◆ **PROBLEM REQUIREMENTS**: Write out the entries below exactly, from the first line to the one with "waiting time of", both ends included.

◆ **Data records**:
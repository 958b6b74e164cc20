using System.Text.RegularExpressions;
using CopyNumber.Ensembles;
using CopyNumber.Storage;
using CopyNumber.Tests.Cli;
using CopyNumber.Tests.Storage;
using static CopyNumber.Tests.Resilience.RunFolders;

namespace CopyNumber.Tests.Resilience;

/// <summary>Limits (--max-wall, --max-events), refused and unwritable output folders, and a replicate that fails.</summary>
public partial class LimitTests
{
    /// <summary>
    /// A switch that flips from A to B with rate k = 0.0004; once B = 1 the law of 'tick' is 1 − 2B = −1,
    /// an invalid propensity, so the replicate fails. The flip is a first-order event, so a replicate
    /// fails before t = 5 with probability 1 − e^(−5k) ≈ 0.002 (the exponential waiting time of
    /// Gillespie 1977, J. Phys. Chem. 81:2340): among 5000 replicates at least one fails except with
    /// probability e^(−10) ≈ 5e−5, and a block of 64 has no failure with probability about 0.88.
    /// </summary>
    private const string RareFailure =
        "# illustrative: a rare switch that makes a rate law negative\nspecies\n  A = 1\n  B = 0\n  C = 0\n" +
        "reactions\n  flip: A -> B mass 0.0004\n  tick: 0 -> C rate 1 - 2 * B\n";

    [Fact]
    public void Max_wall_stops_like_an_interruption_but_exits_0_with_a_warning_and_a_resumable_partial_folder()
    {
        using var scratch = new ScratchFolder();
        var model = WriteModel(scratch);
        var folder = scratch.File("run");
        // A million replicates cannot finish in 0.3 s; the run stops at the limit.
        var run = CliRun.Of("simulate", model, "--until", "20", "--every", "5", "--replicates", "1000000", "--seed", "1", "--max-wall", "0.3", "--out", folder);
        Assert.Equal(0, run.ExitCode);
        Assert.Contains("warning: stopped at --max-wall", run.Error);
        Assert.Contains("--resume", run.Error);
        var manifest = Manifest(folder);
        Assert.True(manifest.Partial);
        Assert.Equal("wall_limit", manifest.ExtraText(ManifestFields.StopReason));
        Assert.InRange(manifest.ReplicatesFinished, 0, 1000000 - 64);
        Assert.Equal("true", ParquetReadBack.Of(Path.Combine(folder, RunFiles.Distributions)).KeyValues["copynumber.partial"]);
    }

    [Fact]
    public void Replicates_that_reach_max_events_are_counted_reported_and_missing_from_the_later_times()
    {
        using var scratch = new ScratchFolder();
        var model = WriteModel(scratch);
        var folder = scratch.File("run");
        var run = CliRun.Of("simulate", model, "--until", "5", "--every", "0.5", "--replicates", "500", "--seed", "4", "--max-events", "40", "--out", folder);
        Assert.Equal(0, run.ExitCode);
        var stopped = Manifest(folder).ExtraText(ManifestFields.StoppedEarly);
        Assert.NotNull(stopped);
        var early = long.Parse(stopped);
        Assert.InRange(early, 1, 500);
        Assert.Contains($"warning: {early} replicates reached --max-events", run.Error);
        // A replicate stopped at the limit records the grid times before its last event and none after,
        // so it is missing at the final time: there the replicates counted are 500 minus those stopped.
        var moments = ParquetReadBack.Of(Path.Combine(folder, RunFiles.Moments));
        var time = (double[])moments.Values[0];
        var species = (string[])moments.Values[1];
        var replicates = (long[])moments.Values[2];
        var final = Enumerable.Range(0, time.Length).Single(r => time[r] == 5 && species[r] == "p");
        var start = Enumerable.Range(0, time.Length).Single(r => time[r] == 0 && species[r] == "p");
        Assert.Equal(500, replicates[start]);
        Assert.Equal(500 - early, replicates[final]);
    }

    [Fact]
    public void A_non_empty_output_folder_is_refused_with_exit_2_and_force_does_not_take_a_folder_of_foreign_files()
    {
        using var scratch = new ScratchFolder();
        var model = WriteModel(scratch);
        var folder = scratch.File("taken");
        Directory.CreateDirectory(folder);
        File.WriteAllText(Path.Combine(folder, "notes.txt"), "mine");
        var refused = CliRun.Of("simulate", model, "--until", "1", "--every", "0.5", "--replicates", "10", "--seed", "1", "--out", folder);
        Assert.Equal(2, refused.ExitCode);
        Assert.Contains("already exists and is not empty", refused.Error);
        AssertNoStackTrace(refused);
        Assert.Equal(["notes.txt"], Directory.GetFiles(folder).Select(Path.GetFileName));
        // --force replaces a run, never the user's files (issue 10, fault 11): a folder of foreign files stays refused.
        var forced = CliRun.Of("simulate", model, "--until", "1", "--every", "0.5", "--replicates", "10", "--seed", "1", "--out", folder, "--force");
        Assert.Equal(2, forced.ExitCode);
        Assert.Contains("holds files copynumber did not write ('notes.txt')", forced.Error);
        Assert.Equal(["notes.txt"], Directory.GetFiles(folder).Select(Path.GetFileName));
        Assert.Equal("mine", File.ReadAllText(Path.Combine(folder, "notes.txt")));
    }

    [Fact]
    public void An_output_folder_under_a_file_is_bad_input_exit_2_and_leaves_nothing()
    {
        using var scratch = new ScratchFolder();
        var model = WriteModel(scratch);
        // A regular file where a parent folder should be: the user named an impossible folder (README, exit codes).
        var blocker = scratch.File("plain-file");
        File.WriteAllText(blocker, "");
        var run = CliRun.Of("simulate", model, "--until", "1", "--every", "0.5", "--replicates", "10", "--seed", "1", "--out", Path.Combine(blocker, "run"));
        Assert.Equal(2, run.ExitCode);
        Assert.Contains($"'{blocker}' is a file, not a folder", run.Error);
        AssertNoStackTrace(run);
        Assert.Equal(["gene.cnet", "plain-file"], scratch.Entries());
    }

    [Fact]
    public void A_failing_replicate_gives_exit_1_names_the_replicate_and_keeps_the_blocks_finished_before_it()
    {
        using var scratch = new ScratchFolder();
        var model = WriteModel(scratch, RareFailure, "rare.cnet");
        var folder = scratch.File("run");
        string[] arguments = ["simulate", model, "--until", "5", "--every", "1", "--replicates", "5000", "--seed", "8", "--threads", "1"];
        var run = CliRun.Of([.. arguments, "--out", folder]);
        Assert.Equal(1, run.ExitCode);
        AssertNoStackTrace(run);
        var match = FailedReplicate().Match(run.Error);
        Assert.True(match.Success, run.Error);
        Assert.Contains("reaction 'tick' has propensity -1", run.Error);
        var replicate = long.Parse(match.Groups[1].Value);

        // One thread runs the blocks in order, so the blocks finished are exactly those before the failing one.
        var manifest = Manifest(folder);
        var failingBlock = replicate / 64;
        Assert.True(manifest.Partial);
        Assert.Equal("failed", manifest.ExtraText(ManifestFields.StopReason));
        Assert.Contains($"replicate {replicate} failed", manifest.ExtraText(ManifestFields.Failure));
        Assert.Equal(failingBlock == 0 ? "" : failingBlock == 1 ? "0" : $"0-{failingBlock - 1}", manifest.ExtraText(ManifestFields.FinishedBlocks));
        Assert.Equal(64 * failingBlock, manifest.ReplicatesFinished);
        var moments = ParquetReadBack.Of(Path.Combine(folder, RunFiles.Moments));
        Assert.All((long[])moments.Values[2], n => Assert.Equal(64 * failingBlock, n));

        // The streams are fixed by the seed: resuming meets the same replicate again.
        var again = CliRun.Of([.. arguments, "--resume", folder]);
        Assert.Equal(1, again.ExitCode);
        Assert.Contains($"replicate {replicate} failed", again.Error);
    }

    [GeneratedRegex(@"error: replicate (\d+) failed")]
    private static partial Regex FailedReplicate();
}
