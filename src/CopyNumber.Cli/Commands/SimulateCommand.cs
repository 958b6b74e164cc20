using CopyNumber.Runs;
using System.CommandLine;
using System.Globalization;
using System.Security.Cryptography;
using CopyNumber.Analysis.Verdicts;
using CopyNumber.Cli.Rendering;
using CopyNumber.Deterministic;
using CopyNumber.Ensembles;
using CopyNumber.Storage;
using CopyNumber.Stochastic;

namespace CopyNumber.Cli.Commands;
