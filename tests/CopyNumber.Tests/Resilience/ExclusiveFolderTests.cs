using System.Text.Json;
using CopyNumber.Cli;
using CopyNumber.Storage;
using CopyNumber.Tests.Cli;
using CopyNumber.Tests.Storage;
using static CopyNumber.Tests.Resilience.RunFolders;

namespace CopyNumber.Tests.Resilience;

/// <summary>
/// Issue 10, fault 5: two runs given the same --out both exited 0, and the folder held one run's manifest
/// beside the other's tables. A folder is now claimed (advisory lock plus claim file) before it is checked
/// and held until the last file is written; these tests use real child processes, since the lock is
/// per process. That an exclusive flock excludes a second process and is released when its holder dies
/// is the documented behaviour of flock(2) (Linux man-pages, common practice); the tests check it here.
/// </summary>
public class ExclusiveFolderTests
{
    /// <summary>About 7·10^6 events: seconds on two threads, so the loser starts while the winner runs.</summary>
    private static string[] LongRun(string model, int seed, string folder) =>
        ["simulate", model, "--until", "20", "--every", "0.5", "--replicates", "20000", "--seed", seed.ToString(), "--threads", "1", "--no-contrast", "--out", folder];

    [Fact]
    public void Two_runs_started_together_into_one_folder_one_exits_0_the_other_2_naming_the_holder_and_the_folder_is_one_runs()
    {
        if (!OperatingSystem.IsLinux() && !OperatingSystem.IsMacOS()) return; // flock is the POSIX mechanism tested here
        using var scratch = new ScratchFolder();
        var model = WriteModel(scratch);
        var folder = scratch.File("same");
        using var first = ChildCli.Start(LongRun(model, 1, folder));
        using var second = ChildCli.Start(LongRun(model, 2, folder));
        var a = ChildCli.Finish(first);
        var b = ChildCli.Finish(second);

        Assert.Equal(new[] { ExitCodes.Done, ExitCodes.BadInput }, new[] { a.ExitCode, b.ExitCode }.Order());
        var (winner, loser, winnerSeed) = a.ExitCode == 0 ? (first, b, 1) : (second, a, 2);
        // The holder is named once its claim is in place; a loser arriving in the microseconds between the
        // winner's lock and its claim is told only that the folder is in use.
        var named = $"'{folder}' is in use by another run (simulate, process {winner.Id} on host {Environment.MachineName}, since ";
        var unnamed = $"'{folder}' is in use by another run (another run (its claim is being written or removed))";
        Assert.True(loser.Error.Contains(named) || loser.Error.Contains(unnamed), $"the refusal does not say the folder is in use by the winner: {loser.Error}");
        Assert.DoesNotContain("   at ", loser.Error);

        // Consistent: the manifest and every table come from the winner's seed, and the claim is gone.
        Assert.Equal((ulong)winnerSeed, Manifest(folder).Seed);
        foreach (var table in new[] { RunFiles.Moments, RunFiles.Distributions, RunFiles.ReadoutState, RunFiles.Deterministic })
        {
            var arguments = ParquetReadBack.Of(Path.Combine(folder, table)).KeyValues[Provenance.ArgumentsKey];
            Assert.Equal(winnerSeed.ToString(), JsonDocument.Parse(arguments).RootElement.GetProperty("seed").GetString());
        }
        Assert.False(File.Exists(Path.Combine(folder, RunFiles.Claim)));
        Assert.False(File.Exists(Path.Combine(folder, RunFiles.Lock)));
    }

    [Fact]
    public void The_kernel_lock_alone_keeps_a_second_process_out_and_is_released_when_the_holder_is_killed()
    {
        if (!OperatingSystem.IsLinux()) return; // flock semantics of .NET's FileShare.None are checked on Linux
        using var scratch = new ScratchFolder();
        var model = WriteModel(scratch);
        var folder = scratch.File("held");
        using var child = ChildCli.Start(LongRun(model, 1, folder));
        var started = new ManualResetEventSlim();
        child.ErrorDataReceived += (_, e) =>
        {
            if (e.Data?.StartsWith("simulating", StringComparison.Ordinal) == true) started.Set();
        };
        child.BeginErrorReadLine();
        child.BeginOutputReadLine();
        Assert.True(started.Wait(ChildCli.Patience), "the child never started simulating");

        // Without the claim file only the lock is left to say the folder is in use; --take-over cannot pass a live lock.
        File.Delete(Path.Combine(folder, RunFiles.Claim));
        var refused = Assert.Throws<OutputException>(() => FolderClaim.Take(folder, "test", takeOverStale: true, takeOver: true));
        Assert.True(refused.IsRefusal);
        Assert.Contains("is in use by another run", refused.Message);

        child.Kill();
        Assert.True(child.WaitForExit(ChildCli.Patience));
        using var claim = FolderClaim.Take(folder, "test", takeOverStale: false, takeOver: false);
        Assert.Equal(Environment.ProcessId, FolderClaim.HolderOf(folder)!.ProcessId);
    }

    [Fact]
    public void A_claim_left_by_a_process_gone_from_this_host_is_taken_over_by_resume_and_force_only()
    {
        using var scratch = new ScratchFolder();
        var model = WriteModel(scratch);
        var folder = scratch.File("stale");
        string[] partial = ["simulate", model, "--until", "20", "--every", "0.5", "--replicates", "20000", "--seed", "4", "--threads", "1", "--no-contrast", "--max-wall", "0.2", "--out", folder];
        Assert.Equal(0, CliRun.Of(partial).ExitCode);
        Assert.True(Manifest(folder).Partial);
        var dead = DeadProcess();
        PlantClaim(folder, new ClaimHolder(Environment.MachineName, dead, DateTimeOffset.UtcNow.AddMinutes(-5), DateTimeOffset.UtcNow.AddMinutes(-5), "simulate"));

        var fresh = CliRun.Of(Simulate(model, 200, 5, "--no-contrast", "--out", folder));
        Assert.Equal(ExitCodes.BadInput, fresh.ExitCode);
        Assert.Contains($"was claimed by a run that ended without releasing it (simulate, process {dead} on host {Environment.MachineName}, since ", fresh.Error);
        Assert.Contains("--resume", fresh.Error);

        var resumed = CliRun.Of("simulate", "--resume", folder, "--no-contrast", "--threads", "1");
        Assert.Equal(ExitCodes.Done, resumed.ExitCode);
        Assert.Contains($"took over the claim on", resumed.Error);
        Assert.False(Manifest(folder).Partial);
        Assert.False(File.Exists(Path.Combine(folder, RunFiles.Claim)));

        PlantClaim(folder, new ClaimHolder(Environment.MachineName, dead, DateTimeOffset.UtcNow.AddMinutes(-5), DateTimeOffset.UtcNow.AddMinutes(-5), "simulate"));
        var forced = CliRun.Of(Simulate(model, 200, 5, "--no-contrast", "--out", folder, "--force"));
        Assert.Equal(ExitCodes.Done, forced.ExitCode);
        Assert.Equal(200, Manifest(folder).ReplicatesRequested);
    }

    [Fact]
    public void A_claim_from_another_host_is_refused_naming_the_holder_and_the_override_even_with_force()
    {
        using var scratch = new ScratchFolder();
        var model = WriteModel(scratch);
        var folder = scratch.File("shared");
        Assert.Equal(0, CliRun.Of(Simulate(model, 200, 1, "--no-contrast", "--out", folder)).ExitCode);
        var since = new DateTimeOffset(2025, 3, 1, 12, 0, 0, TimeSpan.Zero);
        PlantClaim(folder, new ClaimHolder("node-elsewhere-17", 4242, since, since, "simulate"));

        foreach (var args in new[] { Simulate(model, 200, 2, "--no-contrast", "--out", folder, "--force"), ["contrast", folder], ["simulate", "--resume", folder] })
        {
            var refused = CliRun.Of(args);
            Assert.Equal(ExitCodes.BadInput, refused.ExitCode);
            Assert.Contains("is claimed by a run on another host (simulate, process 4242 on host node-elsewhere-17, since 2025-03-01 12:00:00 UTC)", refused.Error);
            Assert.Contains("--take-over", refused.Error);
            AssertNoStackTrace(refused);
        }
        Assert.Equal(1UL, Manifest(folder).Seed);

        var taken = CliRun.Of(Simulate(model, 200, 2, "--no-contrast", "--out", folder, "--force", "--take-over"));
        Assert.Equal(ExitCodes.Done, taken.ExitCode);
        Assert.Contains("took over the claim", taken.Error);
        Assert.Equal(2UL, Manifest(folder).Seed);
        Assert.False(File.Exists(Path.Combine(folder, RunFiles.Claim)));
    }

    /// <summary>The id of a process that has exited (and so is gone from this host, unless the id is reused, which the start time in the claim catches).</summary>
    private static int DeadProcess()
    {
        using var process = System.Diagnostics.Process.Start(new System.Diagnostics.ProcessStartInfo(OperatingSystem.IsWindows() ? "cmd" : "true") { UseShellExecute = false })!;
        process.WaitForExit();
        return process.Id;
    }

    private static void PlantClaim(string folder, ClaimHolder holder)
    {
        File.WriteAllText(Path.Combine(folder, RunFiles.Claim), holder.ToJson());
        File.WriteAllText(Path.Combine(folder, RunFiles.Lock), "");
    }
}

◆ **YOUR RESPONSE**:
repository 958b6b74e164cc20
using System.Text.RegularExpressions;
using CopyNumber.Ensembles;
using CopyNumber.Storage;
using CopyNumber.Tests.Cli;
using CopyNumber.Tests.Storage;
using static CopyNumber.Tests.Resilience.RunFolders;

namespace CopyNumber.Tests.Resilience;

/// <summary>Limits (--max-wall, --max-events), refused and unwritable output folders, and a replicate that fails.</summary>
public partial class LimitTests
{
    /// <summary>
    /// A switch that flips from A to B with rate k = 0.0004; once B = 1 the law of 'tick' is 1 − 2B = −1,
    /// an invalid propensity, so the replicate fails. The flip is a first-order event, so a replicate
    /// fails before t = 5 with probability 1 − e^(−5k) ≈ 0.002 (the exponential waiting time of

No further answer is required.